Over-excitement is often the outcome of frustration. The Vishwa Hindu Parishad is very close to frothing at the mouth, now that the Kanchi Sankaracharya’s proposed formula for a negotiated settlement in Ayodhya is safely in the hands of the All India Muslim Personal Law Board, and has actually been welcomed as a “sincere” and “positive” effort. So far, everything seems to be firmly on track for a crucial meeting with the AIMPLB in early July, which could turn out to be the first step towards breaking the deadlock over Ayodhya. Most frustrating for the VHP, which is still basking in the approval of the Rashtriya Swayamsevak Sangh, is the fact that the Bharatiya Janata Party leadership at the Centre, led by the prime minister and backed by his deputy, is solidly behind these developments. The prime minister initiated them. The only difference of opinion among the BJP leadership is not, fortunately, on the legitimacy of the VHP’s claims, but over the wisdom of antagonizing the VHP cadre before the assembly and Lok Sabha elections. The general secretary of the party, Mr Mukhtar Abbas Naqvi, has said that the VHP would be included in the negotiations, but it is clear that this is not to happen till later.

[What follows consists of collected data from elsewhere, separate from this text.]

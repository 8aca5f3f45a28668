package duty.dismissal_audiometry_test

import data.duty.dismissal_audiometry as duty
import rego.v2

departure(test_age, appointment_age) := {
	"from": "2022-02-01", "last": "2025-03-31", "test_age_days": test_age, "appointment_age_days": appointment_age,
	"test_after": null, "appointment_after": null,
}

age := {"values": [{"from": "2022-01-03", "to": null, "value": 120}]}

enrolled := [{"from": "2022-02-01", "to": "2025-04-01", "current": false}]

worker(departures) := {"departures": departures, "enrolled": enrolled}

obligation(w) := o if some o in duty.obligations with input as w with data.parameters.exit_exam_age as age

reasons(w) := found if found := duty.not_owed with input as w with data.parameters.exit_exam_age as age

test_120_days_are_recent_enough if {
	obligation(worker([departure(120, null)])).holds == true
	obligation(worker([departure(0, null)])).key == "2025-03-31"
}

test_121_days_are_too_old if {
	o := obligation(worker([departure(121, null)]))
	o.after == "2025-03-31"
	o.within == "exit_clinical_time"
	o.by == null
	o.note == "the latest exam is 121 days old on the last day of the contract, which is too old"
}

test_exam_afterwards if {
	later := {"date": "2025-04-03", "ref": "audiogram/a9"}
	o := obligation(worker([object.union(departure(null, null), {"test_after": later})]))
	o.by == later
	o.note == "no exam was made before the last day of the contract"
}

test_not_above_at_the_end if {
	moved := {"departures": [departure(null, null)], "enrolled": [{"from": "2022-02-01", "to": "2025-03-31", "current": false}]}
	not obligation(moved)
	count(reasons(moved)) == 1
}

test_before_the_rule_or_still_employed if {
	old := {"departures": [object.union(departure(null, null), {"last": "2022-01-02"})], "enrolled": [{"from": "2019-02-01", "to": null}]}
	not obligation(old)
	count(reasons(old)) == 1
	count(reasons(worker([]))) == 1
}
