package duty.change_identified_test

import data.duty.change_identified
import rego.v2

change := {
	"id": "c1", "ref": "change/c1", "date": "2025-03-01", "what": "a third line", "raises_exposure": "yes",
	"identified_on": null, "enrolling": false, "measured": null, "period_ends": null, "period_short": null,
}

group(changes, suspected) := {
	"changes": [object.union(change, changes)], "suspected_noisy": suspected,
	"exposure_unknown": {"limit": [{"from": "2025-03-01", "to": "2025-06-01", "reason": "not measured since"}]},
}

entries(dossier) := found if found := {[o.after, o.by] | some o in change_identified.obligations; "by" in object.keys(o)} with input as dossier

test_not_identified if {
	entries(group({}, true)) == {["2025-03-01", null]}
	entries(group({"enrolling": true}, null)) == {["2025-03-01", null]}
	count(change_identified.not_owed) == 0 with input as group({}, true)
}

test_identified if {
	entries(group({"identified_on": "2025-03-31"}, true)) == {["2025-03-01", {"date": "2025-03-31", "ref": "change/c1"}]}
	entries(group({"identified_on": "2025-03-31", "raises_exposure": "unknown"}, true)) == {["2025-03-01", {"date": "2025-03-31", "ref": "change/c1"}]}
}

test_not_known_whether_it_raises if {
	every raises in [null, "unknown"] {
		{o.holds | some o in change_identified.obligations} == {null} with input as group({"raises_exposure": raises}, true)
	}
}

test_not_known_whether_it_is_noisy if {
	every later in [null, {"date": "2025-05-31", "ref": "measurement/m"}] {
		{[o.holds, o.missing] | some o in change_identified.obligations} == {[null, ["whether noise is suspected in this situation"]]} with input as group({"measured": later}, null)
	}
}

test_measured_since_and_within_the_limits if {
	quiet := group({"measured": {"date": "2025-06-01", "ref": "measurement/m"}}, null)
	count(change_identified.obligations) == 0 with input as quiet
	count(change_identified.not_owed) == 1 with input as quiet
}

test_not_owed if {
	every dossier in [group({"raises_exposure": "no"}, true), group({"date": "2023-06-15"}, true), group({}, false)] {
		count(change_identified.obligations) == 0 with input as dossier
		count(change_identified.not_owed) == 1 with input as dossier
	}
	entries(group({"enrolling": true}, false)) == {["2025-03-01", null]}
}
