package duty.damage_reviewed_test

import data.duty.damage_reviewed
import rego.v2

done(kind, day, result) := {"date": day, "ref": sprintf("follow_up/%s", [kind]), "kind": kind, "result": result}

worker(follow_ups) := {"audiograms": [], "examinations": [
	{"ref": "examination/e1", "attended_on": "2025-03-01", "results_on": null, "damage": true, "follow_ups": follow_ups},
]}

answer(dossier) := found if found := {key: by | some o in damage_reviewed.obligations; key := o.key; by := o.by} with input as dossier

from_noise := done("damage_opinion", "2025-04-01", "work_related")

test_nothing_reviewed if {
	answer(worker([from_noise])) == {
		"assessment of examination/e1": null,
		"measures of examination/e1": null,
		"others of examination/e1": null,
	}
	count(damage_reviewed.not_owed) == 0 with input as worker([from_noise])
}

test_reviewed if {
	reviewed := [from_noise, done("assessment_reviewed", "2025-04-01", null), done("alternative_work", "2025-05-01", null), done("group_reviewed", "2025-05-02", null)]
	found := answer(worker(reviewed))
	found["assessment of examination/e1"].date == "2025-04-01"
	found["measures of examination/e1"].ref == "follow_up/alternative_work"
	found["others of examination/e1"].date == "2025-05-02"
}

test_review_of_before_the_opinion_does_not_count if {
	answer(worker([from_noise, done("assessment_reviewed", "2025-03-31", null)]))["assessment of examination/e1"] == null
}

test_noise_is_not_the_cause if {
	answer(worker([done("medical_opinion", "2025-04-01", "not_work_related")])) == {}
	count(damage_reviewed.not_owed) == 1 with input as worker([])
}

test_the_latest_opinion_counts if {
	other := done("medical_opinion", "2025-03-15", "not_work_related")
	count(answer(worker([other, from_noise]))) == 3
	answer(worker([from_noise, other])) == {}
}

test_found_after_a_hearing_test if {
	noted := done("damage_found", "2025-03-05", null)
	found := answer({"examinations": [], "audiograms": [{"ref": "audiogram/a1", "date": "2025-03-01", "follow_ups": [noted, from_noise]}]})
	count(found) == 3
	answer({"examinations": [], "audiograms": [{"ref": "audiogram/a1", "date": "2025-03-01", "follow_ups": [from_noise]}]}) == {}
}
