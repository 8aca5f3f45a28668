// Package policies holds the bundles of duties that are built into hearduty.
package policies

import "embed"

// FS holds the bundles, one folder each, and the folder common with the rules that they share.
//
//go:embed all:*
var FS embed.FS
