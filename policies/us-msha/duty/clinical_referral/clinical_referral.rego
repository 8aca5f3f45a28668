# METADATA
# title: Referral after an invalid audiogram
# description: >-
#   If a valid audiogram cannot be obtained because of a suspected medical pathology of the ear, and the physician or
#   audiologist believes that occupational noise or the wearing of hearing protectors caused or aggravated it, the
#   operator refers the miner for a clinical-audiological evaluation or an otological examination, at no cost. Where it
#   is unrelated, the professional tells the miner, and the operator is not told.
# custom:
#   cite: 30 CFR 62.173(a)
#   subject: worker
#   topic: follow-up
#   severity: major
#   evidence: [follow_up, audiogram]
#   remedy: Have a physician or audiologist decide on a referral, refer the miner where it is needed, and record both.
package duty.clinical_referral

import data.common
import rego.v2

obligations contains object.union(verdict(test), {"key": test.id}) if some test in invalid

invalid := [test |
	some test in input.audiograms
	test.invalidated
	test.enrolled
	not settled(test)
]

# A valid audiogram was obtained after all, and nobody decided to refer.
settled(test) if {
	count(of_kind(test, {"referral", "referral_decision"})) == 0
	some other in input.audiograms
	other.date > test.date
	not other.invalidated
	other.ears_with_result > 1
}

verdict(test) := {
	"holds": true,
	"on": test.date,
	"because": common.refs(array.concat([test], of_kind(test, {"referral"}))),
} if {
	count(of_kind(test, {"referral"})) > 0
} else := {
	"after": decision.date,
	"by": null,
	"note": sprintf("a professional decided on %s that a referral is needed", [decision.date]),
	"because": common.refs([test, decision]),
} if {
	some decision in decisions(test)
	decision.result == "referral_needed"
} else := {
	"holds": true,
	"on": test.date,
	"note": "a professional decided that no referral is needed",
	"because": common.refs(array.concat([test], decisions(test))),
} if {
	some decision in decisions(test)
	decision.result == "no_referral_needed"
} else := {
	"ask": "Did noise at work or the wearing of protectors cause or aggravate a pathology of the ear that prevents a valid audiogram, so that a referral is needed?",
	"of": "physician or audiologist",
	"by": null,
	"on": test.date,
	"note": sprintf("the audiogram of %s is invalid, none has been obtained since, and no professional's decision on a referral is on record", [test.date]),
	"because": [test.ref],
}

of_kind(test, kinds) := [done | some done in test.follow_ups; done.kind in kinds]

decisions(test) := [done |
	some done in of_kind(test, {"referral_decision"})
	done.by_is in data.measures.hearing.professionals
]

not_owed contains "no audiogram is invalid without a valid one since" if count(invalid) == 0
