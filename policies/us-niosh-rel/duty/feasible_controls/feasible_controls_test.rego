package duty.feasible_controls_test

import data.duty.feasible_controls
import rego.v2

above := {"rel": [{"from": "2020-01-01", "to": null, "current": true}]}

formerly_above := {"rel": [{"from": "2020-01-01", "to": "2024-01-01", "current": false}]}

never := {"rel": []}

control(feasible, installed) := {
	"date": "2024-03-05", "ref": "control/press", "what": "enclosure of the press",
	"feasible": feasible, "installed_on": installed,
}

group(exposed, controls) := {
	"as_of": "2026-06-30", "workers": 12, "controls": controls,
	"exposed": exposed, "exposure_unknown": {"rel": []},
	"first_survey": {"date": "2020-01-01", "ref": "measurement/m1"},
}

not_known(from, to) := object.union(group(never, []), {"exposure_unknown": {"rel": [{"from": from, "to": to, "reason": "not measured"}]}})

holds(dossier) := found if found := {object.get(o, "holds", "opinion") | some o in feasible_controls.obligations} with input as dossier

reasons(dossier) := found if found := feasible_controls.not_owed with input as dossier

test_no_control_on_record_is_a_question if {
	some o in feasible_controls.obligations with input as group(above, [])
	o.of == "competent person (engineering)"
	count(reasons(group(above, []))) == 0
}

test_study_without_finding_is_a_question if {
	holds(group(above, [control("studied", null)])) == {"opinion"}
	holds(group(above, [control(null, null)])) == {"opinion"}
}

test_found_not_feasible if holds(group(above, [control("no", null)])) == {true}

test_feasible_and_in_place if holds(group(above, [control("yes", "2024-05-01")])) == {true}

test_feasible_and_not_in_place if holds(group(above, [control("yes", null)])) == {false}

test_latest_record_counts if holds(group(above, [control("yes", null), control("no", null)])) == {true}

test_another_control_does_not_replace_one_that_is_owed if {
	other := object.union(control("no", null), {"what": "rotation"})
	holds(group(above, [control("yes", null), other])) == {false}
	holds(group(above, [control("yes", "2024-05-01"), other])) == {true}
	holds(group(above, [object.union(control("yes", null), {"what": null}), other])) == {false}
	holds(group(above, [control("yes", null), control("yes", "2024-05-01")])) == {true}
}

test_below_the_rel_now if {
	every exposed in [never, formerly_above] {
		holds(group(exposed, [control("yes", null)])) == set()
		count(reasons(group(exposed, []))) == 1
	}
}

test_not_known_whether_above if {
	some o in feasible_controls.obligations with input as not_known("2025-01-01", null)
	o.holds == null
	contains(o.note, "not measured")
	count(o.missing) == 1
	count(reasons(not_known("2025-01-01", null))) == 0
}

test_never_measured_is_not_this_matter if {
	unmeasured := object.union(not_known("2025-01-01", null), {"first_survey": null})
	holds(unmeasured) == set()
	count(reasons(unmeasured)) == 1
}

test_not_known_formerly_is_over if {
	holds(not_known("2024-01-01", "2026-06-30")) == set()
	count(reasons(not_known("2024-01-01", "2026-06-30"))) == 1
	holds(not_known("2024-01-01", "2026-07-01")) == {null}
}
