package duty.noise_records_kept_test

import data.duty.noise_records_kept
import rego.v2

lost := {"id": "m9", "date": "2025-03-05", "ref": "notice/exposure"}

latest := {"date": "2025-01-10", "ref": "measurement/m1"}

site(ever, measurements, missing) := {
	"enrolled_ever": ever, "enrolled_now": ever, "measurements": measurements,
	"latest_measurement": [null, latest][min([1, measurements])], "missing_measurements": missing,
}

holds(dossier) := found if found := {[o.key, o.holds] | some o in noise_records_kept.obligations} with input as dossier

reasons(dossier) := found if found := noise_records_kept.not_owed with input as dossier

test_on_file if {
	holds(site(40, 3, [])) == {["on file", true]}
	count(reasons(site(40, 3, []))) == 0
}

test_nothing_on_file if holds(site(40, 0, [])) == {["on file", null]}

test_lost if {
	holds(site(40, 3, [lost])) == {["on file", true], ["m9", false]}
	some o in noise_records_kept.obligations with input as site(0, 0, [lost])
	o.for == "noise_record_retention"
	count(reasons(site(0, 0, [lost]))) == 0
}

test_nobody_in_the_program if {
	holds(site(0, 3, [])) == set()
	count(reasons(site(0, 3, []))) == 1
	count(reasons(site(0, 0, []))) == 1
}
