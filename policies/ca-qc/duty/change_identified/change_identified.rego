# METADATA
# title: Change identified within 30 days
# description: >-
#   When a workplace situation is changed so that there is a risk of exceeding a limit, the employer identifies this
#   within 30 days of the change.
# custom:
#   cite: r. 13, s. 134, first paragraph
#   subject: group
#   topic: monitoring
#   severity: major
#   evidence: [change]
#   remedy: Enter the change in the register as one that brings a risk of exceeding the limits, with the date.
package duty.change_identified

import data.common
import rego.v2

obligations contains {
	"key": change.id,
	"after": change.date,
	"within": "change_identification_time",
	"by": entry(change),
	"note": change.what,
	"because": [change.ref],
} if {
	some change in concerned
	known(change)
}

obligations contains {
	"key": change.id,
	"holds": null,
	"note": sprintf("it is not known whether the change of %s brings a risk of exceeding a limit", [change.date]),
	"missing": [open_question(change)],
	"because": [change.ref],
} if {
	some change in concerned
	not known(change)
}

not_owed contains "no change that brings a risk of exceeding a limit is on record" if count(concerned) == 0

# It brings a risk of exceeding a limit: so the register says, or it raises the noise of a situation where that is near.
known(change) if change.identified_on != null

known(change) if {
	change.raises_exposure == "yes"
	change.enrolling
}

known(change) if {
	change.raises_exposure == "yes"
	input.suspected_noisy == true
}

open_question(change) := "whether noise is suspected in this situation" if {
	change.raises_exposure == "yes"
} else := "whether the change raises exposure"

entry(change) := {"date": change.identified_on, "ref": change.ref} if {
	change.identified_on != null
} else := null

# A change of a situation that may come to exceed a limit, since the section came into force.
concerned := [change |
	some change in input.changes
	change.raises_exposure != "no"
	common.at(data.parameters.sections_in_force, change.date) != null
	at_risk(change)
]

at_risk(change) if change.enrolling

at_risk(_) if input.suspected_noisy == true

at_risk(change) if {
	input.suspected_noisy == null
	not found_below(change)
}

# Measured since, and no limit exceeded.
found_below(change) if {
	change.measured != null
	every stretch in input.exposure_unknown.limit {
		not common.covers(stretch, change.measured.date)
	}
}
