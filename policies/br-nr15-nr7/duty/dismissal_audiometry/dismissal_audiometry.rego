# METADATA
# title: Audiometric exam at dismissal
# description: >-
#   The audiometric exam is made at dismissal (na demissão) of an employee who works above the action level. An
#   exam made up to 120 days before the last day of the contract may serve. One made afterwards is asked for
#   within the time of the clinical examination at dismissal.
# custom:
#   cite: NR-7 Annex II item 4.1 c, 4.1.1
#   subject: worker
#   topic: audiometry
#   severity: major
#   evidence: [audiogram, examination, worker]
#   remedy: >-
#     Test the worker before the contract ends, or at the latest together with the clinical examination at
#     dismissal.
package duty.dismissal_audiometry

import data.common
import rego.v2

obligations contains {
	"key": departure.last,
	"holds": true,
	"on": departure.last,
	"note": sprintf("an exam was made %v days before the last day of the contract", [departure.test_age_days]),
	"facts": {"age_of_the_exam_days": departure.test_age_days, "may_be_days": oldest(departure)},
} if {
	some departure in departures
	recent(departure)
}

obligations contains {
	"key": departure.last,
	"after": departure.last,
	"within": "exit_clinical_time",
	"by": departure.test_after,
	"note": said(departure),
} if {
	some departure in departures
	not recent(departure)
}

# Ends of employment of workers above the action level, since the rule of 120 days is in force.
departures := [departure |
	some departure in input.departures
	oldest(departure) != null
	some stretch in input.enrolled
	common.covers(stretch, departure.last)
]

oldest(departure) := common.at(data.parameters.exit_exam_age, departure.last)

recent(departure) if {
	departure.test_age_days != null
	departure.test_age_days <= oldest(departure)
}

said(departure) := "no exam was made before the last day of the contract" if {
	departure.test_age_days == null
} else := sprintf("the latest exam is %v days old on the last day of the contract, which is too old", [departure.test_age_days])

not_owed contains "no contract ends while the worker is above the action level" if count(departures) == 0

What the Centre wants is, obviously, a workable formula on the table before disruptive voices undermine the tentative beginnings of understanding. This has been the most remarkable achievement of the nascent process so far, the marginalizing of extreme opinion, not only by the BJP leadership, but also by the AIMPLB. The moderate Muslim voice is being heard clearly for the first time in the Ayodhya dispute, welcoming negotiations by sensible people and expressing, even if formally, a trust in the sincerity of the Kanchi Sankaracharya’s intention. From this point of view, this is an extremely important moment since politics in India took a new and apparently irredeemable turn on December 6, 1992. In this effort, the prime minister and his party need all the support they can get.

That is why it is so surprising that parties like the Congress and even the Bahujan Samaj Party, the BJP’s ally in Uttar Pradesh, are insisting that they will only accept the Supreme Court’s verdict on Ayodhya as valid. It may or may not be true that the BJP is going for an out-of-court settlement because it is afraid of the VHP’s reaction to a verdict it does not like. But the importance of the attempt to break a longstanding deadlock should not be underestimated. There is no doubt that the BJP’s distancing of the VHP has much to do with an attempt to dilute its Hindutva streak, most certainly with forthcoming elections in mind. Had the party been so wise earlier, the Ayodhya issue may not have turned out to be such an albatross around its neck. In any case, this was not a dispute that should have gone to court in the first place. Resolution, if it is to come, will be found outside the court, and outside of party politics. And that is where the prime minister has tried to relocate it. Perhaps it is time for all parties to be sensible too.